● **Try it**
I would like you to print all the records below exactly as they are.

● **Provided records**
....

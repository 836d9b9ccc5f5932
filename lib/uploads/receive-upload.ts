import "server-only";
// Stream a request body to disk: multipart (busboy) with one or more files, or one raw archive body.
import crypto from "node:crypto";
import fs from "node:fs";
import path from "node:path";
import { Readable, Transform } from "node:stream";
import { pipeline } from "node:stream/promises";
import type { ReadableStream as WebReadableStream } from "node:stream/web";
import busboy from "busboy";
import { AppError } from "@/lib/errors";
import { formatBytes, type UploadLimits } from "./limits";
import { safeEntryPath } from "./safe-path";

/** One received file: where it is on disk and the name the uploader gave it (a relative path for folder uploads). */
export type ReceivedFile = { file: string; name: string; bytes: number };
/** A received upload: its private folder, its files and its form fields. */
export type Received = { root: string; files: ReceivedFile[]; fields: Record<string, string>; multipart: boolean };

const RAW_TYPES = ["application/zip", "application/x-zip-compressed", "application/gzip", "application/x-gzip", "application/x-tar", "application/octet-stream"];

/** Make the private folder of one upload under limits.dir. */
export function makeUploadRoot(limits: UploadLimits): string {
  fs.mkdirSync(limits.dir, { recursive: true });
  return fs.mkdtempSync(path.join(limits.dir, `upload-${crypto.randomBytes(3).toString("hex")}-`));
}

/** Stream `req`'s body into `root/incoming/`; the body may not exceed limits.maxBytes in all. */
export async function receiveUpload(req: Request, root: string, limits: UploadLimits): Promise<Received> {
  const type = (req.headers.get("content-type") ?? "").split(";")[0].trim().toLowerCase();
  const declared = Number(req.headers.get("content-length") ?? NaN);
  const tooLarge = () => new AppError("too_large", `the upload is larger than ${formatBytes(limits.maxBytes)}, the limit per upload`, { limit: limits.maxBytes });
  if (Number.isFinite(declared) && declared > limits.maxBytes) throw tooLarge();
  if (!req.body) throw new AppError("invalid", "the upload is empty: send the files of a result bundle, or one .zip or .tar.gz");
  const incoming = path.join(root, "incoming");
  fs.mkdirSync(incoming);
  const body = Readable.fromWeb(req.body as unknown as WebReadableStream);
  let total = 0;
  // Counts every body byte, whatever busboy makes of it: the size limit holds for the whole request.
  const counter = new Transform({
    transform(chunk: Buffer, _e, done) {
      total += chunk.length;
      done(total > limits.maxBytes ? tooLarge() : null, chunk);
    },
  });

  if (type === "multipart/form-data") return { root, multipart: true, ...(await receiveMultipart(req, body.pipe(counter), incoming, limits)) };
  if (RAW_TYPES.includes(type)) {
    const name = safeName(req.headers.get("x-file-name") ?? new URL(req.url).searchParams.get("name") ?? (type.includes("zip") ? "upload.zip" : "upload.tar.gz"));
    const file = path.join(incoming, "0");
    await pipeline(body, counter, fs.createWriteStream(file));
    return { root, files: total === 0 ? [] : [{ file, name, bytes: total }], fields: {}, multipart: false };
  }
  throw new AppError("bad_request", `content type "${type || "(none)"}" is not accepted: send multipart/form-data, application/zip or application/gzip`);
}

/** A display name for a raw body: the base name only. */
const safeName = (raw: string) => path.posix.basename(raw.replace(/\\/g, "/")).slice(0, 255) || "upload";

function receiveMultipart(req: Request, body: Readable, incoming: string, limits: UploadLimits): Promise<Omit<Received, "root" | "multipart">> {
  return new Promise((resolve, reject) => {
    const files: ReceivedFile[] = [];
    const fields: Record<string, string> = {};
    const writes: Promise<void>[] = [];
    let failed: unknown = null;
    const fail = (err: unknown) => { if (!failed) { failed = err; body.unpipe(); body.resume(); reject(err); } };
    const bb = busboy({
      headers: { "content-type": req.headers.get("content-type")! },
      preservePath: true, // folder uploads name files by their relative path; safeEntryPath checks them
      limits: { files: limits.maxFiles, fileSize: limits.maxBytes, fields: 20, fieldSize: 4096 },
    });
    bb.on("file", (_field, stream, info) => {
      const k = files.length;
      let name: string;
      try {
        name = info.filename ? safeEntryPath(incoming, info.filename, "upload") : `file-${k}`;
      } catch (err) {
        stream.resume();
        return fail(err);
      }
      const entry: ReceivedFile = { file: path.join(incoming, String(k)), name, bytes: 0 };
      files.push(entry);
      stream.on("data", (c: Buffer) => { entry.bytes += c.length; });
      writes.push(pipeline(stream, fs.createWriteStream(entry.file)).catch((err) => fail(err)));
    });
    bb.on("field", (name, value) => { fields[name] = value; });
    bb.on("filesLimit", () => fail(new AppError("too_large", `the upload holds more than ${limits.maxFiles} files (the limit per upload)`, { limit: limits.maxFiles })));
    bb.on("error", (err) => fail(err instanceof AppError ? err : new AppError("bad_request", `the multipart body could not be read (${(err as Error).message})`)));
    bb.on("close", () => {
      Promise.all(writes).then(() => { if (!failed) resolve({ files, fields }); }, fail);
    });
    body.on("error", fail);
    body.pipe(bb);
  });
}
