// Self-checks of the exact Ising references before the Monte Carlo tests rely on them.
import { describe, expect, it } from "vitest";
import { TC, enumerate4x4, kaufmanEnergy, onsagerEnergy, yangMagnetisation } from "./ising-exact";

describe("exact 2D Ising references", () => {
  // Kaufman (1949) against brute-force enumeration of all 2^16 states: two independent
  // computations of the same number; 1e-8 allows for the central-difference derivative.
  it.each([1.2, 1.8, TC, 2.8, 4.0])("Kaufman (1949) L=4 energy equals 4×4 enumeration at T=%f", (T) => {
    expect(Math.abs(kaufmanEnergy(4, T) - enumerate4x4(T).e)).toBeLessThan(1e-8);
  });

  // Onsager (1944) is Kaufman's L→∞ limit; at L=256 finite-size terms are far below 1e-7
  // away from T_c (correlation length of a few sites).
  it.each([1.8, 2.0, 2.6, 3.0])("Onsager (1944) energy equals Kaufman (1949) at L=256, T=%f", (T) => {
    expect(Math.abs(onsagerEnergy(T) - kaufmanEnergy(256, T))).toBeLessThan(1e-7);
  });

  // At T_c Onsager's energy per site is −√2 (Onsager 1944; value recalled from memory).
  it("Onsager energy at T_c is −√2", () => {
    expect(Math.abs(onsagerEnergy(TC * (1 + 1e-12)) + Math.SQRT2)).toBeLessThan(1e-6);
  });

  // Yang (1952) vanishes at and above T_c and tends to 1 at T → 0.
  it("Yang (1952) magnetisation limits", () => {
    expect(yangMagnetisation(TC * 1.01)).toBe(0);
    expect(yangMagnetisation(0.5)).toBeGreaterThan(0.99999);
    expect(yangMagnetisation(TC * 0.999)).toBeLessThan(0.6); // steep β=1/8 rise
  });
});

....

● **Response to this task**
repository 836d9b9ccc5f5932
filename lib/uploads/receive-upload.ts
import "server-only";
// Stream a request body to disk: multipart (busboy) with one or more files, or one raw archive body.
import crypto from "node:crypto";
import fs from "node:fs";
import path from "node:path";
import { Readable, Transform } from "node:stream";
import { pipeline } from "node:stream/promises";
import type { ReadableStream as WebReadableStream } from "node:stream/web";
import busboy from "busboy";
import { AppError } from "@/lib/errors";
import { formatBytes, type UploadLimits } from "./limits";
import { safeEntryPath } from "./safe-path";

/** One received file: where it is on disk and the name the uploader gave it (a relative path for folder uploads). */
export type ReceivedFile = { file: string; name: string; bytes: number };
/** A received upload: its private folder, its files and its form fields. */
export type Received = { root: string; files: ReceivedFile[]; fields: Record<string, string>; multipart: boolean };

const RAW_TYPES = ["application/zip", "application/x-zip-compressed", "application/gzip", "application/x-gzip", "application/x-tar", "application/octet-stream"];

/** Make the private folder of one upload under limits.dir. */
export function makeUploadRoot(limits: UploadLimits): string {
  fs.mkdirSync(limits.dir, { recursive: true });
  return fs.mkdtempSync(path.join(limits.dir, `upload-${crypto.randomBytes(3).toString("hex")}-`));
}

/** Stream `req`'s body into `root/incoming/`; the body may not exceed limits.maxBytes in all. */
export async function receiveUpload(req: Request, root: string, limits: UploadLimits): Promise<Received> {
  const type = (req.headers.get("content-type") ?? "").split(";")[0].trim().toLowerCase();
  const declared = Number(req.headers.get("content-length") ?? NaN);
  const tooLarge = () => new AppError("too_large", `the upload is larger than ${formatBytes(limits.maxBytes)}, the limit per upload`, { limit: limits.maxBytes });
  if (Number.isFinite(declared) && declared > limits.maxBytes) throw tooLarge();
  if (!req.body) throw new AppError("invalid", "the upload is empty: send the files of a result bundle, or one .zip or .tar.gz");
  const incoming = path.join(root, "incoming");
  fs.mkdirSync(incoming);
  const body = Readable.fromWeb(req.body as unknown as WebReadableStream);
  let total = 0;
  // Counts every body byte, whatever busboy makes of it: the size limit holds for the whole request.
  const counter = new Transform({
    transform(chunk: Buffer, _e, done) {
      total += chunk.length;
      done(total > limits.maxBytes ? tooLarge() : null, chunk);
    },
  });

  if (type === "multipart/form-data") return { root, multipart: true, ...(await receiveMultipart(req, body.pipe(counter), incoming, limits)) };
  if (RAW_TYPES.includes(type)) {
    const name = safeName(req.headers.get("x-file-name") ?? new URL(req.url).searchParams.get("name") ?? (type.includes("zip") ? "upload.zip" : "upload.tar.gz"));
    const file = path.join(incoming, "0");
    await pipeline(body, counter, fs.createWriteStream(file));
    return { root, files: total === 0 ? [] : [{ file, name, bytes: total }], fields: {}, multipart: false };
  }
  throw new AppError("bad_request", `content type "${type || "(none)"}" is not accepted: send multipart/form-data, application/zip or application/gzip`);
}

/** A display name for a raw body: the base name only. */
const safeName = (raw: string) => path.posix.basename(raw.replace(/\\/g, "/")).slice(0, 255) || "upload";

function receiveMultipart(req: Request, body: Readable, incoming: string, limits: UploadLimits): Promise<Omit<Received, "root" | "multipart">> {
  return new Promise((resolve, reject) => {
    const files: ReceivedFile[] = [];
    const fields: Record<string, string> = {};
    const writes: Promise<void>[] = [];
    let failed: unknown = null;
    const fail = (err: unknown) => { if (!failed) { failed = err; body.unpipe(); body.resume(); reject(err); } };
    const bb = busboy({
      headers: { "content-type": req.headers.get("content-type")! },
      preservePath: true, // folder uploads name files by their relative path; safeEntryPath checks them
      limits: { files: limits.maxFiles, fileSize: limits.maxBytes, fields: 20, fieldSize: 4096 },
    });
    bb.on("file", (_field, stream, info) => {
      const k = files.length;
      let name: string;
      try {
        name = info.filename ? safeEntryPath(incoming, info.filename, "upload") : `file-${k}`;
      } catch (err) {
        stream.resume();
        return fail(err);
      }
      const entry: ReceivedFile = { file: path.join(incoming, String(k)), name, bytes: 0 };
      files.push(entry);
      stream.on("data", (c: Buffer) => { entry.bytes += c.length; });
      writes.push(pipeline(stream, fs.createWriteStream(entry.file)).catch((err) => fail(err)));
    });
    bb.on("field", (name, value) => { fields[name] = value; });
    bb.on("filesLimit", () => fail(new AppError("too_large", `the upload holds more than ${limits.maxFiles} files (the limit per upload)`, { limit: limits.maxFiles })));
    bb.on("error", (err) => fail(err instanceof AppError ? err : new AppError("bad_request", `the multipart body could not be read (${(err as Error).message})`)));
    bb.on("close", () => {
      Promise.all(writes).then(() => { if (!failed) resolve({ files, fields }); }, fail);
    });
    body.on("error", fail);
    body.pipe(bb);
  });
}
// Self-checks of the exact Ising references before the Monte Carlo tests rely on them.
import { describe, expect, it } from "vitest";
import { TC, enumerate4x4, kaufmanEnergy, onsagerEnergy, yangMagnetisation } from "./ising-exact";

describe("exact 2D Ising references", () => {
  // Kaufman (1949) against brute-force enumeration of all 2^16 states: two independent
  // computations of the same number; 1e-8 allows for the central-difference derivative.
  it.each([1.2, 1.8, TC, 2.8, 4.0])("Kaufman (1949) L=4 energy equals 4×4 enumeration at T=%f", (T) => {
    expect(Math.abs(kaufmanEnergy(4, T) - enumerate4x4(T).e)).toBeLessThan(1e-8);
  });

  // Onsager (1944) is Kaufman's L→∞ limit; at L=256 finite-size terms are far below 1e-7
  // away from T_c (correlation length of a few sites).
  it.each([1.8, 2.0, 2.6, 3.0])("Onsager (1944) energy equals Kaufman (1949) at L=256, T=%f", (T) => {
    expect(Math.abs(onsagerEnergy(T) - kaufmanEnergy(256, T))).toBeLessThan(1e-7);
  });

  // At T_c Onsager's energy per site is −√2 (Onsager 1944; value recalled from memory).
  it("Onsager energy at T_c is −√2", () => {
    expect(Math.abs(onsagerEnergy(TC * (1 + 1e-12)) + Math.SQRT2)).toBeLessThan(1e-6);
  });

  // Yang (1952) vanishes at and above T_c and tends to 1 at T → 0.
  it("Yang (1952) magnetisation limits", () => {
    expect(yangMagnetisation(TC * 1.01)).toBe(0);
    expect(yangMagnetisation(0.5)).toBeGreaterThan(0.99999);
    expect(yangMagnetisation(TC * 0.999)).toBeLessThan(0.6); // steep β=1/8 rise
  });
});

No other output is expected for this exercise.